The situation is unlikely to improve for Medicare patients either, as the Bush administration has built mechanisms to extend privatization into the new Medicare drug legislation. Seniors seeking relief from the pharmaceutical industry’s state-sponsored price gouging can only obtain their benefits through purchasing a private prescription-drug only insurance plan, or by leaving the traditional program and enrolling in one of the for-profit Medicare HMOs that so excel at charging more for vastly inferior care. As the New York Times reported on March 9, ecstatic HMOs have been scurrying around Florida like kids in a candy store, scrambling to enroll Medicare patients into the new plans. The deal: sell them the same temporary snake oil before getting back to “business as usual” in healthcare: vanishing choice, deteriorating coverage and skyrocketing premiums.

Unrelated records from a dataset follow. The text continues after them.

//! A part of a whole.

/// A number from 0 to 1.
#[derive(Debug, Clone, Copy, PartialEq, PartialOrd)]
pub struct Share(f64);

impl Share {
    /// The words of the range.
    pub const EXPECTED: &'static str = "a share is a number from 0 to 1";

    /// Builds a share; `None` outside 0 to 1.
    pub fn new(value: f64) -> Option<Self> {
        (0.0..=1.0).contains(&value).then_some(Self(value))
    }

    /// The share as a number.
    pub fn get(self) -> f64 {
        self.0
    }

    /// Reads `"10 %"`.
    ///
    /// # Errors
    /// The words to show when the text is no percentage.
    pub fn parse_percent(text: &str) -> Result<Self, String> {
        text.trim()
            .strip_suffix('%')
            .and_then(|n| n.trim().parse::<f64>().ok())
            .and_then(|n| Self::new(n / 100.0))
            .ok_or_else(|| format!("`{text}` is no share of the whole: write it as \"10 %\""))
    }
}
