//! Records in gzip, zip, Parquet and Darwin Core archives that are broken, hostile or not what they seem.

use std::fs;
use std::path::Path;

use super::common::World;
use super::common::packing::{Described, exchanged, gzip, meta, zip};
use super::{counted, refused};

/// The small world with its records as comma-separated text.
fn table(world: &World) -> String {
    fs::read_to_string(world.path("records.tsv")).unwrap().replace('\t', ",")
}

/// Enough rows that half a packed file holds some.
fn long_table(world: &World) -> String {
    let text = table(world);
    let (header, rows) = text.split_once('\n').unwrap();
    format!("{header}\n{}", rows.repeat(200))
}

fn put(world: &World, name: &str, bytes: &[u8]) {
    world.put_bytes(name, bytes);
    world.change(&[("records.tsv", name)]);
}

fn fixture(name: &str) -> Vec<u8> {
    fs::read(Path::new(env!("CARGO_MANIFEST_DIR")).join("tests/data").join(name)).unwrap()
}

#[test]
fn cut_off_in_the_middle() {
    let world = World::new();
    let text = long_table(&world);
    let whole = [
        ("a.csv.gz", gzip(text.as_bytes())),
        ("b.zip", zip(&[("records.csv", text.as_bytes())])),
        ("c.parquet", fixture("hoverflies.parquet")),
    ];
    for (name, bytes) in whole {
        for length in [bytes.len() / 2, bytes.len() - 1] {
            put(&world, name, &bytes[..length]);
            refused(&world, 3, &[name, "cut off|whole", "again"]);
        }
    }
}

#[test]
fn damaged_inside() {
    let world = World::new();
    let text = long_table(&world);
    for (name, mut bytes) in
        [("a.csv.gz", gzip(text.as_bytes())), ("b.zip", zip(&[("records.csv", text.as_bytes())]))]
    {
        let middle = bytes.len() / 2;
        bytes[middle..middle + 8].fill(0x55);
        put(&world, name, &bytes);
        refused(&world, 3, &[name, "damaged|cut off|field|columns"]);
    }
    let mut bytes = fixture("hoverflies.parquet");
    bytes[1500..2500].fill(0x55);
    put(&world, "c.parquet", &bytes);
    refused(&world, 3, &["c.parquet", "whole", "again"]);
}

#[test]
fn zeros_that_unpack_without_end() {
    let world = World::new();
    let bomb = [table(&world).into_bytes(), vec![0; 90 << 20]].concat();
    put(&world, "a.csv.gz", &gzip(&bomb));
    refused(&world, 3, &["a.csv.gz", "250 times its size", "unpacked"]);
    put(&world, "b.zip", &zip(&[("records.csv", &bomb)]));
    refused(&world, 3, &["b.zip: records.csv", "250 times its size", "unpacked"]);
    // from the first byte on
    put(&world, "c.csv.gz", &gzip(&vec![0; 90 << 20]));
    refused(&world, 3, &["c.csv.gz", "250 times its size|NUL bytes"]);
}

#[test]
fn entries_that_lead_outside_or_come_twice() {
    let world = World::new();
    let text = table(&world);
    let climbing = zip(&[("xx/x/records.csv", text.as_bytes())]);
    put(&world, "a.zip", &exchanged(&climbing, b"xx/x/", b"../x/"));
    refused(&world, 3, &["a.zip", "`../x/records.csv`", "leads out of the archive", "pack it again"]);
    let two = zip(&[("a.csv", text.as_bytes()), ("b.csv", text.as_bytes())]);
    put(&world, "b.zip", &exchanged(&two, b"b.csv", b"a.csv"));
    refused(&world, 3, &["b.zip", "same name", "remove or rename"]);
    let cases = zip(&[("a.csv", text.as_bytes()), ("A.csv", text.as_bytes())]);
    put(&world, "c.zip", &cases);
    refused(&world, 3, &["c.zip", "`a.csv`", "`A.csv`", "rename"]);
}

/// Bit 0 of the general purpose flags (APPNOTE 4.4.4), in the directory and before the entry.
#[test]
fn an_encrypted_entry() {
    let world = World::new();
    let mut bytes = zip(&[("records.csv", table(&world).as_bytes())]);
    let at = |bytes: &[u8], mark: &[u8]| bytes.windows(4).position(|w| w == mark).unwrap();
    let (local, central) = (at(&bytes, b"PK\x03\x04"), at(&bytes, b"PK\x01\x02"));
    bytes[local + 6] |= 1;
    bytes[central + 8] |= 1;
    put(&world, "a.zip", &bytes);
    refused(&world, 3, &["a.zip: records.csv", "encrypted", "password"]);
}

#[test]
fn a_zip_file_with_several_tables_or_none() {
    let world = World::new();
    let text = table(&world);
    put(&world, "a.zip", &zip(&[("one.csv", text.as_bytes()), ("two.csv", text.as_bytes())]));
    refused(&world, 3, &["a.zip", "`one.csv`, `two.csv`", "table"]);
    world.change(&[("file = \"records.tsv\"", "file = \"a.zip\"\ntable = \"three.csv\"")]);
    refused(&world, 3, &["a.zip", "`three.csv`", "`one.csv`, `two.csv`"]);
    put(&world, "b.zip", &zip(&[]));
    refused(&world, 3, &["b.zip", "nothing", "unpack"]);
    put(&world, "c.zip", &zip(&[("picture.png", b"\x89PNG\r\n\x1a\n\0\0\0\rIHDR")]));
    refused(&world, 3, &["c.zip", "decimalLongitude|no table|which table"]);
    put(&world, "d.zip", &zip(&[("records.csv.gz", &gzip(text.as_bytes()))]));
    let built = world.run(&["build", "plan.toml", "--json"]);
    if built.code == Some(0) {
        assert_eq!(built.json()["records"]["kept"], 240);
    } else {
        refused(&world, 3, &["d.zip: records.csv.gz"]);
    }
}

#[test]
fn a_spreadsheet() {
    let world = World::new();
    for (name, inside) in [("a.xlsx", "xl/workbook.xml"), ("b.ods", "content.xml")] {
        put(&world, name, &zip(&[(inside, b"<workbook/>"), ("styles.xml", b"<styles/>")]));
        refused(&world, 3, &[name, "is a spreadsheet", "CSV"]);
    }
}

#[test]
fn folders_that_hold_no_records() {
    let world = World::new();
    fs::create_dir(world.path("empty")).unwrap();
    world.change(&[("records.tsv", "empty")]);
    refused(&world, 3, &["empty", "without a meta.xml", "Parquet", "give a file"]);
    world.put("several/a.csv", &table(&world));
    world.put("several/readme.md", "Invented.\n");
    world.change(&[("records.tsv", "several")]);
    refused(&world, 3, &["several", "without a meta.xml", "Parquet", "give a file"]);
}

#[test]
fn tables_without_rows() {
    let world = World::new();
    let header = format!("{}\n", super::common::HEADER);
    put(&world, "a.tsv.gz", &gzip(header.as_bytes()));
    refused(&world, 3, &["a.tsv.gz", "header", "no rows"]);
    put(&world, "b.zip", &zip(&[("b.tsv", header.as_bytes())]));
    refused(&world, 3, &["b.zip", "no rows"]);
    put(&world, "c.parquet", &fixture("hoverflies-none.parquet"));
    refused(&world, 3, &["c.parquet", "no rows"]);
    put(&world, "d.csv.gz", &gzip(b""));
    refused(&world, 3, &["d.csv.gz", "no header|empty"]);
    put(&world, "e.zip", &zip(&[("e.csv", b"")]));
    refused(&world, 3, &["e.zip: e.csv", "no header|empty"]);
}

const COLUMNS: [&str; 6] =
    ["occurrenceID", "decimalLongitude", "decimalLatitude", "eventDate", "recordedBy", "scientificName"];

const TABS: &str =
    r#"fieldsTerminatedBy="\t" linesTerminatedBy="\n" fieldsEnclosedBy="" ignoreHeaderLines="1""#;

fn core<'a>(files: &'a [&'a str], columns: &'a [&'a str]) -> Described<'a> {
    Described { element: "core", row_type: "Occurrence", attributes: TABS, files, columns, more: "" }
}

/// Asserts that an archive is refused, zipped and as a folder.
#[track_caller]
fn archive_refused(description: &str, words: &[&str]) {
    let world = World::new();
    let text = fs::read(world.path("records.tsv")).unwrap();
    put(&world, "a.zip", &zip(&[("meta.xml", description.as_bytes()), ("occurrence.txt", &text)]));
    refused(&world, 3, &[&["a.zip: meta.xml"], words].concat());
    world.put("a/meta.xml", description);
    world.put_bytes("a/occurrence.txt", &text);
    world.change(&[("records.tsv", "a")]);
    refused(&world, 3, &[&["a: meta.xml"], words].concat());
}

#[test]
fn descriptions_that_cannot_be_used() {
    let sound = meta(&[core(&["occurrence.txt"], &COLUMNS)]);
    let outside = sound.replace(
        "<archive",
        "<!DOCTYPE archive [<!ENTITY secret SYSTEM \"file:///etc/hostname\">]>\n<archive",
    );
    archive_refused(&outside.replace(">occurrence.txt", ">&secret;"), &["document type", "check where"]);
    archive_refused(
        &sound.replace(">occurrence.txt", ">gone.txt"),
        &["`gone.txt`", "not there", "`occurrence.txt`"],
    );
    archive_refused(
        &sound.replace(">occurrence.txt", ">../records.tsv"),
        &["../records.tsv", "outside the archive"],
    );
    archive_refused(
        &sound.replace(">occurrence.txt", ">https://skerrow.invalid/o.txt"),
        &["network", "download"],
    );
    archive_refused(&sound[..sound.len() / 2], &["well-formed", "mend|again"]);
    archive_refused(&sound.replace("rowType=", "other="), &["rowType|no table of occurrences"]);
    archive_refused(&sound.replace("dwc/terms/Occurrence", "dwc/terms/Taxon"), &["Taxon", "occurrences"]);
    archive_refused(
        &sound.replace("TerminatedBy=\"\\t\"", "TerminatedBy=\"ab\""),
        &["`ab`", "one ASCII character"],
    );
}

#[test]
fn a_column_past_the_end_of_a_row() {
    let sound = meta(&[core(&["occurrence.txt"], &COLUMNS)]);
    let beyond = sound.replace("<field index=\"4\"", "<field index=\"17\"");
    let world = World::new();
    let text = fs::read(world.path("records.tsv")).unwrap();
    put(&world, "a.zip", &zip(&[("meta.xml", beyond.as_bytes()), ("occurrence.txt", &text)]));
    refused(&world, 3, &["a.zip: occurrence.txt", "6 fields", "17", "meta.xml"]);
}

/// The cure that is named for stray quotes works for archives too.
#[test]
fn quotes_in_an_archive() {
    let world = World::new();
    let text = fs::read_to_string(world.path("records.tsv")).unwrap();
    let mut lines: Vec<String> = text.lines().map(str::to_owned).collect();
    lines[20] = lines[20].replace("Genus", "\"Genus");
    let text = lines.join("\n") + "\n";
    let quoted = meta(&[core(&["occurrence.txt"], &COLUMNS)]).replace("EnclosedBy=\"\"", "EnclosedBy='\"'");
    put(&world, "a.zip", &zip(&[("meta.xml", quoted.as_bytes()), ("occurrence.txt", text.as_bytes())]));
    refused(&world, 3, &["a.zip: occurrence.txt:21", "never closed", "quotes = \"none\""]);
    world.change(&[("file = \"records.tsv\"", "file = \"a.zip\"\nquotes = \"none\"")]);
    counted(&world, 240, 240, &[]);
}

#[test]
fn ragged_rows_of_an_archive() {
    let world = World::new();
    let mut text = fs::read_to_string(world.path("records.tsv")).unwrap();
    text += "short\t9.01\nlong\t9.01\t45.14\t2019-01-01\tA\tGenus\tmore\tand more\n";
    let sound = meta(&[core(&["occurrence.txt"], &COLUMNS)]);
    put(&world, "a.zip", &zip(&[("meta.xml", sound.as_bytes()), ("occurrence.txt", text.as_bytes())]));
    counted(&world, 242, 240, &[("unreadable_row", 2)]);
    let dropped = fs::read_to_string(world.path("out/dropped.csv")).unwrap();
    assert!(dropped.contains("a.zip: occurrence.txt,242,unreadable_row"), "{dropped}");
}

/// Without a header the first row may be the odd one; the description knows how many fields there are.
#[test]
fn the_first_row_of_an_archive_without_header() {
    let world = World::new();
    let text = fs::read_to_string(world.path("records.tsv")).unwrap();
    let rows = text.split_once('\n').unwrap().1;
    let long = format!("long\t9.01\t45.14\t2019-01-01\tA\tGenus\tmore\n{rows}");
    let bare = meta(&[core(&["occurrence.txt"], &COLUMNS)]).replace("ignoreHeaderLines=\"1\"", "");
    put(&world, "a.zip", &zip(&[("meta.xml", bare.as_bytes()), ("occurrence.txt", long.as_bytes())]));
    counted(&world, 241, 240, &[("unreadable_row", 1)]);
}

/// Occurrences whose event is not there have no place; that is counted, and said.
#[test]
fn occurrences_without_their_event() {
    let world = World::new();
    let text = fs::read_to_string(world.path("records.tsv")).unwrap();
    let events = text.lines().take(201).collect::<Vec<_>>().join("\n") + "\n";
    let events = events + "r7\t9.03\t45.14\t2001-01-01\tZ\tGenus\n";
    let finds: String = (0..240).map(|n| format!("r{n}\tGenus species\n")).collect();
    let core = Described { row_type: "Event", ..core(&["event.txt"], &COLUMNS) };
    let extension = Described {
        element: "extension",
        row_type: "Occurrence",
        attributes: TABS,
        files: &["occurrence.txt"],
        columns: &["", "scientificName"],
        more: "",
    };
    let finds = format!("id\tscientificName\n{finds}");
    let described = meta(&[core, extension]);
    let entries: [(&str, &[u8]); 3] = [
        ("meta.xml", described.as_bytes()),
        ("event.txt", events.as_bytes()),
        ("occurrence.txt", finds.as_bytes()),
    ];
    put(&world, "a.zip", &zip(&entries));
    let found = counted(&world, 240, 200, &[("no_coordinate", 40)]);
    let said = found["warnings"].to_string();
    super::says(
        &said,
        &[
            "core_rows",
            "repeat an identifier",
            "`r7`",
            "40 records belong to a row of the core that is not there",
        ],
    );
}

#[test]
fn vectors_cut_off() {
    use std::process::Command;
    let world = World::new();
    world.put("records.csv", &long_table(&world));
    for (name, more) in
        [("a.fgb", &["-lco", "SPATIAL_INDEX=NO"][..]), ("b.gpkg", &[]), ("c.geojson", &[]), ("d.shp", &[])]
    {
        let ran = Command::new("ogr2ogr")
            .current_dir(world.path(""))
            .args(["-q", "-a_srs", "EPSG:4326"])
            .args(["-oo", "X_POSSIBLE_NAMES=decimalLongitude", "-oo", "Y_POSSIBLE_NAMES=decimalLatitude"])
            .args(more)
            .args([name, "records.csv"])
            .output()
            .expect("ogr2ogr starts");
        assert!(ran.status.success(), "{name}: {}", String::from_utf8_lossy(&ran.stderr));
        world.change(&[("records.tsv", name)]);
        world.run(&["build", "plan.toml"]).ended(0);
        fs::remove_dir_all(world.path("out")).unwrap();
        let bytes = fs::read(world.path(name)).unwrap();
        world.put_bytes(name, &bytes[..bytes.len() / 2]);
        refused(&world, 3, &[name]);
        fs::remove_dir_all(world.path("out")).unwrap();
    }
}
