/// A separator at the end of every row, but not of the header.
#[test]
fn every_row_with_a_field_too_many() {
    let world = World::new();
    let lines = with_commas(&world);
    let text = lines[0].clone() + "\n" + &lines[1..].join(",\n") + ",\n";
    put(&world, "records.csv", text.as_bytes());
    refused(&world, 3, &["records.csv", "unreadable_row 240", "as many fields as the header"]);
}

#[test]
fn text_in_utf16() {
    let world = World::new();
    let text = fs::read_to_string(world.path("records.tsv")).unwrap();
    let little: Vec<u8> = text.encode_utf16().flat_map(u16::to_le_bytes).collect();
    let big: Vec<u8> = text.encode_utf16().flat_map(u16::to_be_bytes).collect();
    for (mark, bytes) in [(&b"\xff\xfe"[..], &little), (b"\xfe\xff", &big), (b"", &little), (b"", &big)] {
        world.put_bytes("records.tsv", &[mark, bytes].concat());
        refused(&world, 3, &["records.tsv", "UTF-16", "UTF-8"]);
    }
}

#[test]
fn latin1_and_lone_carriage_returns() {
    let world = World::new();
    let text = fs::read_to_string(world.path("records.tsv")).unwrap().replace("Observer", "Ång Åse");
    let bytes: Vec<u8> = text.chars().map(|c| u8::try_from(u32::from(c)).unwrap()).collect();
    world.put_bytes("records.tsv", &bytes);
    let found = counted(&world, 240, 240, &[]);
    says(
        &warned(&found, "read_as_latin1").expect("a warning").to_string(),
        &["records.tsv", "240 lines", "UTF-8"],
    );
    world.put("records.tsv", &text.replace('\n', "\r"));
    let found = counted(&world, 240, 240, &[]);
    assert!(warned(&found, "read_as_latin1").is_none());
}

/// A column that should hold a datum holds something else in every row.
#[test]
fn a_datum_of_its_own_in_every_row() {
    let world = World::new();
    let rows = 120_000;
    let mut text = String::from("decimalLongitude\tdecimalLatitude\teventDate\trecordedBy\tgeodeticDatum\n");
    for (i, (lon, lat)) in world.lonlat(&world.points(rows)).into_iter().enumerate() {
        text += &format!("{lon:.7}\t{lat:.7}\t2019-01-0{}\tO{}\t{i}\n", 1 + i % 9, i % 7);
    }
    world.put("records.tsv", &text);
    let begun = std::time::Instant::now();
    let found = counted(&world, rows, rows, &[]);
    let said = found["warnings"].as_array().unwrap().iter().filter(|w| w["rule"] == "unknown_datum").count();
    assert!((1..=20).contains(&said), "{said} warnings");
    assert!(begun.elapsed() < std::time::Duration::from_secs(60), "took {:?}", begun.elapsed());
}

/// An output never replaces an input of the same plan.
#[test]
fn outputs_do_not_replace_inputs() {
    let world = World::new();
    fs::copy(world.path("records.tsv"), world.path("dropped.csv")).unwrap();
    world.change(&[("records.tsv", "dropped.csv")]);
    let before = fs::read(world.path("dropped.csv")).unwrap();
    world.run(&["build", "plan.toml", "-o", "."]).ended(2);
    assert_eq!(fs::read(world.path("dropped.csv")).unwrap(), before);
}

Finally, apparently feeling that current policy initiatives were not resulting in a satisfactory level of exploitation, it was revealed last week that the Bush administration has been joining forces with for-profit Medicare PPOs to deny care to the elderly and disabled. A Government Accountability Office report released on Sept. 28 found that the Bush administration “improperly” allowed private plans participating a Medicare PPO demonstration program to deny patients their choice of provider. Under federal law, the PPOs are required to cover all services in their benefit packages, even if those services are delivered by out-of-network providers. But the administration illegally waived those requirements for 29 of the 33 PPOs involved, leaving elderly and disabled patients to bear the burden of the full cost themselves. In a no longer shocking revelation, the report found that in addition to the chance that your PPO will conspire with the government to steal from you, they also cost $650 to $750 more per patient than traditional Medicare.
Conclusions can be drawn without much difficulty: privatization doesn’t work any better for Medicare than it did for those California grandmothers or the schoolchildren in the slums of Philadelphia. Profit margins and bottom-lines have no place dictating the care of our loved ones. Market forces are subject to manipulation by unsavory interests and indifferent to the evils of human suffering. Its time for proponents to admit the utter failures of privatization, politicians to recognize single-payer Medicare as the most efficient and cost-effective health care delivery system we have, and for American society to identify full health care coverage for everyone as a top priority. Only then will we begin to realize the compassion that serves as the foundation for our proudest social programs.